Which Default Tagger should be preferred?
- NNS
- NN
- VB

In [53]:
print(unigram_tagger("adventure", "NNS"))
print(unigram_tagger("adventure", "NN"))
print(unigram_tagger("adventure", "VB"))

0.7991757474154791
0.8246018440905281
0.7882089969265158


### Homework 8.2

Let’s continue working on our Unigram tagger. We will slightly modify the function from the task 8.1 and turn it into the function unigram_tagger(genre, train_size). Your function should now takea name of one of the categories as a string and the size of the training corpus and return an evaluation of the accuracy of your tagger. Set the value of the hyperparameter tag to “NN” (now and in the remainder of this homework). The sentences of the given categories should be loaded and divided into the training, development and test sets as follows:

- the training corpus — first X%
- the test corpus — last 20% of the corpus
- the development corpus — remaining part of the corpus

Create a Unigram Tagger and use the DefaultTagger with “NN” as a backoff. Train your tagger on the training set and test it on the test set.
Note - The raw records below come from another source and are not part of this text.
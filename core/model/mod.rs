//! The nonlinear two-track vehicle model: the right-hand side of the equations
//! of motion, and nothing else.
//!
//! [`evaluate`] turns a state and the held commands into state derivatives and
//! every derived quantity (loads, tyre forces, slips, accelerations). It
//! allocates nothing, calls no script and does no I/O: it is the inner loop.
//!
//! Model summary (ISO 8855 axes: x forward, y left, z up):
//! - planar body motion (vx, vy, yaw rate) with global position and heading;
//! - body roll and pitch as spring–damper degrees of freedom driving the
//!   elastic load transfer; the roll-centre (geometric) transfer uses a
//!   filtered lateral acceleration so that wheel loads never depend
//!   algebraically on the accelerations they produce;
//! - four wheel spins, Magic Formula tyres with first-order relaxation of
//!   slip ratio and slip angle;
//! - steering with Ackermann fraction and toe; aero drag and downforce;
//! - drive units with torque and power limits, per-axle differentials, brakes.
//!
//! It does not integrate (see [`crate::sim`]) and does not know about
//! manoeuvres or files.

mod derived;
pub mod linear;
mod state;

pub use derived::{CURVATURE_MIN_SPEED, Derived, Pose, derive, sideslip, speed};
pub use state::*;

use crate::params::DifferentialKind;
use crate::params::{DriveUnit, FRONT, GRAVITY, REAR, Vehicle};

/// Below this contact-patch speed the slip equations use this speed instead, m/s.
///
/// Low-speed regularisation of the relaxation equations (common practice; see
/// Pacejka, *Tire and Vehicle Dynamics*, ch. 7 on the need for it as Vx → 0):
/// slips stay bounded from a standing start and lateral oscillation at rest is damped.
pub const LOW_SPEED: f64 = 0.5;

/// Time constant of the lateral acceleration used for roll-centre load transfer, s.
pub const AY_GEOMETRIC_TIME_CONSTANT: f64 = 0.02;

/// Wheel speed below which brake and rolling-resistance torques fade linearly to zero, rad/s.
///
/// A viscous regularisation of Coulomb friction near standstill (common
/// practice) so that a held brake does not chatter at zero wheel speed.
pub const STANDSTILL_WHEEL_SPEED: f64 = 1.0;

/// Driver and controller commands, held constant between controller ticks.
#[derive(Debug, Clone, Copy, PartialEq)]
pub struct Commands {
    /// Steering-wheel angle, rad (positive = left).
    pub steer_wheel_angle: f64,
    /// Drive request, 0..1 of the torque all drive units can give at their current speed.
    pub drive_request: f64,
    /// Brake request, 0..1 of the total brake torque.
    pub brake_request: f64,
    /// Share of the drive request sent to the front axle, 0 = all rear, 1 = all front.
    pub front_share: f64,
    /// Axle drive torques at the wheels [front, rear], N·m; when set they replace
    /// `drive_request`/`front_share` (still limited by each unit's torque and power).
    pub axle_torque: Option<[f64; 2]>,
    /// Extra drive torque per wheel after the differential (torque vectoring), N·m.
    pub wheel_torque: [f64; 4],
    /// Extra brake torque per wheel (≥ 0), N·m.
    pub wheel_brake: [f64; 4],
}

impl Commands {
    /// Straight ahead, no drive, no brake, the vehicle's default torque split.
    pub fn neutral(vehicle: &Vehicle) -> Self {
        Self {
            steer_wheel_angle: 0.0,
            drive_request: 0.0,
            brake_request: 0.0,
            front_share: vehicle.front_share,
            axle_torque: None,
            wheel_torque: [0.0; 4],
            wheel_brake: [0.0; 4],
        }
    }
}

/// Per-wheel quantities of one evaluation.
#[derive(Debug, Clone, Copy, Default, PartialEq)]
pub struct WheelOutput {
    /// Vertical load, N (≥ 0).
    pub fz: f64,
    /// Longitudinal tyre force in wheel axes, N.
    pub fx: f64,
    /// Lateral tyre force in wheel axes, N.
    pub fy: f64,
    /// Slip ratio used by the tyre (relaxed), 1.
    pub slip_ratio: f64,
    /// tan of the slip angle used by the tyre (relaxed), 1 (the channel
    /// `slip_angle` is its arctangent; kept as tan to spare the inner loop).
    pub tan_slip_angle: f64,
    /// Road-wheel steer angle, rad.
    pub steer_angle: f64,
    /// Drive torque applied to the wheel, N·m.
    pub drive_torque: f64,
    /// Brake torque applied to the wheel (magnitude before the standstill fade), N·m.
    pub brake_torque: f64,
    /// Longitudinal speed of the contact patch in wheel axes, m/s.
    pub contact_speed: f64,
}

/// Everything one evaluation of the model gives.
#[derive(Debug, Clone, Copy)]
pub struct Evaluation {
    /// State derivatives.
    pub derivative: State,
    /// Longitudinal acceleration of the CG in body axes, m/s² (v̇x − r·vy).
    pub ax: f64,
    /// Lateral acceleration of the CG in body axes, m/s² (v̇y + r·vx).
    pub ay: f64,
    /// Per-wheel results (FL, FR, RL, RR).
    pub wheels: [WheelOutput; 4],
    /// Aerodynamic drag force along body x, N (negative when moving forward).
    pub drag_force: f64,
    /// Total downforce, N.
    pub downforce: f64,
    /// Drive torque at the wheels per axle [front, rear], N·m.
    pub axle_drive_torque: [f64; 2],
    /// Drive torque available at the wheels per axle at the current speed [front, rear], N·m.
    pub axle_available_torque: [f64; 2],
}

/// Wheel positions relative to the CG in body axes, (x, y), m.
#[inline]
pub fn wheel_positions(v: &Vehicle) -> [(f64, f64); 4] {
    let (tf, tr) = (0.5 * v.track[FRONT], 0.5 * v.track[REAR]);
    [(v.a, tf), (v.a, -tf), (-v.b, tr), (-v.b, -tr)]
}

/// Road-wheel steer angles (FL, FR, RL, RR), rad, from the steering-wheel angle.
///
/// Mean front angle δ = δ_sw / ratio. Geometric Ackermann angles (Gillespie,
/// *Fundamentals of Vehicle Dynamics*, ch. 6, Ackermann steering geometry):
/// tan δ_left = L·tan δ / (L − (t/2)·tan δ), tan δ_right = L·tan δ / (L + (t/2)·tan δ),
/// blended with parallel steer by the Ackermann fraction. Toe-in turns each
/// wheel's front towards the car's centre line.
#[inline]
pub fn steer_angles(v: &Vehicle, steer_wheel_angle: f64) -> [f64; 4] {
    let delta = steer_wheel_angle / v.steering_ratio;
    let tan_d = delta.tan();
    let l = v.wheelbase;
    let half_t = 0.5 * v.track[FRONT];
    let geo_left = (l * tan_d).atan2(l - half_t * tan_d);
    let geo_right = (l * tan_d).atan2(l + half_t * tan_d);
    let left = delta + v.ackermann * (geo_left - delta);
    let right = delta + v.ackermann * (geo_right - delta);
    [
        left - v.toe[FRONT],
        right + v.toe[FRONT],
        -v.toe[REAR],
        v.toe[REAR],
    ]
}

/// Split of the drive demand into axle torques at the wheels [front, rear], N·m,
/// and the torque each axle could give [front, rear], N·m.
///
/// In request mode the demand is request × (sum of available torques), sent
/// front/rear by the share and capped by each axle's availability (the excess
/// is not redistributed). Axle-torque mode caps each torque at ± availability.
#[inline]
fn axle_torques(v: &Vehicle, x: &State, c: &Commands) -> ([f64; 2], [f64; 2]) {
    let mut available = [0.0; 2];
    for (axle, unit) in v.drive.iter().enumerate() {
        if let Some(u) = unit {
            let w = 0.5 * (x[WHEEL_SPEED + 2 * axle] + x[WHEEL_SPEED + 2 * axle + 1]);
            available[axle] = u.available_wheel_torque(w);
        }
    }
    let torque = match c.axle_torque {
        Some(t) => [
            t[FRONT].clamp(-available[FRONT], available[FRONT]),
            t[REAR].clamp(-available[REAR], available[REAR]),
        ],
        None => {
            let share = c.front_share.clamp(0.0, 1.0);
            let total = c.drive_request.clamp(0.0, 1.0) * (available[FRONT] + available[REAR]);
            [
                (share * total).min(available[FRONT]),
                ((1.0 - share) * total).min(available[REAR]),
            ]
        }
    };
    (torque, available)
}

/// Torque sent to the left and right wheels of a driven axle, N·m.
///
/// Open: equal halves. The locking torque of a locked or limited-slip
/// differential is a viscous stand-in for stiction, c·(ω_left − ω_right),
/// saturated at the locking capacity: infinite for locked, preload +
/// locking·|T_in| for a torque-sensing limited-slip unit (Milliken & Milliken,
/// *Race Car Vehicle Dynamics*, ch. 20, limited-slip differentials, from memory).
#[inline]
fn differential_split(u: &DriveUnit, torque: f64, w_left: f64, w_right: f64) -> (f64, f64) {
    let capacity = match u.differential {
        crate::params::DifferentialKind::Open => 0.0,
        DifferentialKind::Locked => f64::INFINITY,
        DifferentialKind::LimitedSlip => u.preload + u.locking * torque.abs(),
    };
    let lock = (u.coupling_damping * (w_left - w_right)).clamp(-capacity, capacity);
    (0.5 * torque - lock, 0.5 * torque + lock)
}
Evaluate the accuracy of the tagger and return the result.

In [56]:
def unigram_tagger(genre:str, train_size:float) -> float:
    '''
    @param genre: name of one of the categories from the Brown coprus
    @param train_size: the size of the train corpus
    @return float: evaluation of the tagger
    devide all sentences from the respected category into 3 parts
    initialize the unigram tagger
    train and evaluate
    '''
    # Initialization
    # *sets is the list of tokens with its pos. *tokens is the list of tokens
    tag='NN'
    brown_tagged_Sents=brown.tagged_sents(categories=genre)
    brown_tokens=list(word[0] for sent in brown_tagged_Sents for word in sent)
    train_size=int(len(brown_tagged_Sents)*train_size)
    test_size=int(len(brown_tagged_Sents)*0.2)
    dev_size=int(len(brown_tagged_Sents)*(train_size-0.2))
    train_sets=brown_tagged_Sents[:train_size]
    dev_sets=brown_tagged_Sents[train_size:train_size+dev_size]
    dev_tokens=brown_tokens[train_size:train_size+dev_size]
    test_sets=brown_tagged_Sents[-test_size:]
    
    default_tagger=nltk.DefaultTagger(tag)
    unigram_tagger=nltk.UnigramTagger(train_sets,backoff=default_tagger)
    
    return unigram_tagger.evaluate(test_sets)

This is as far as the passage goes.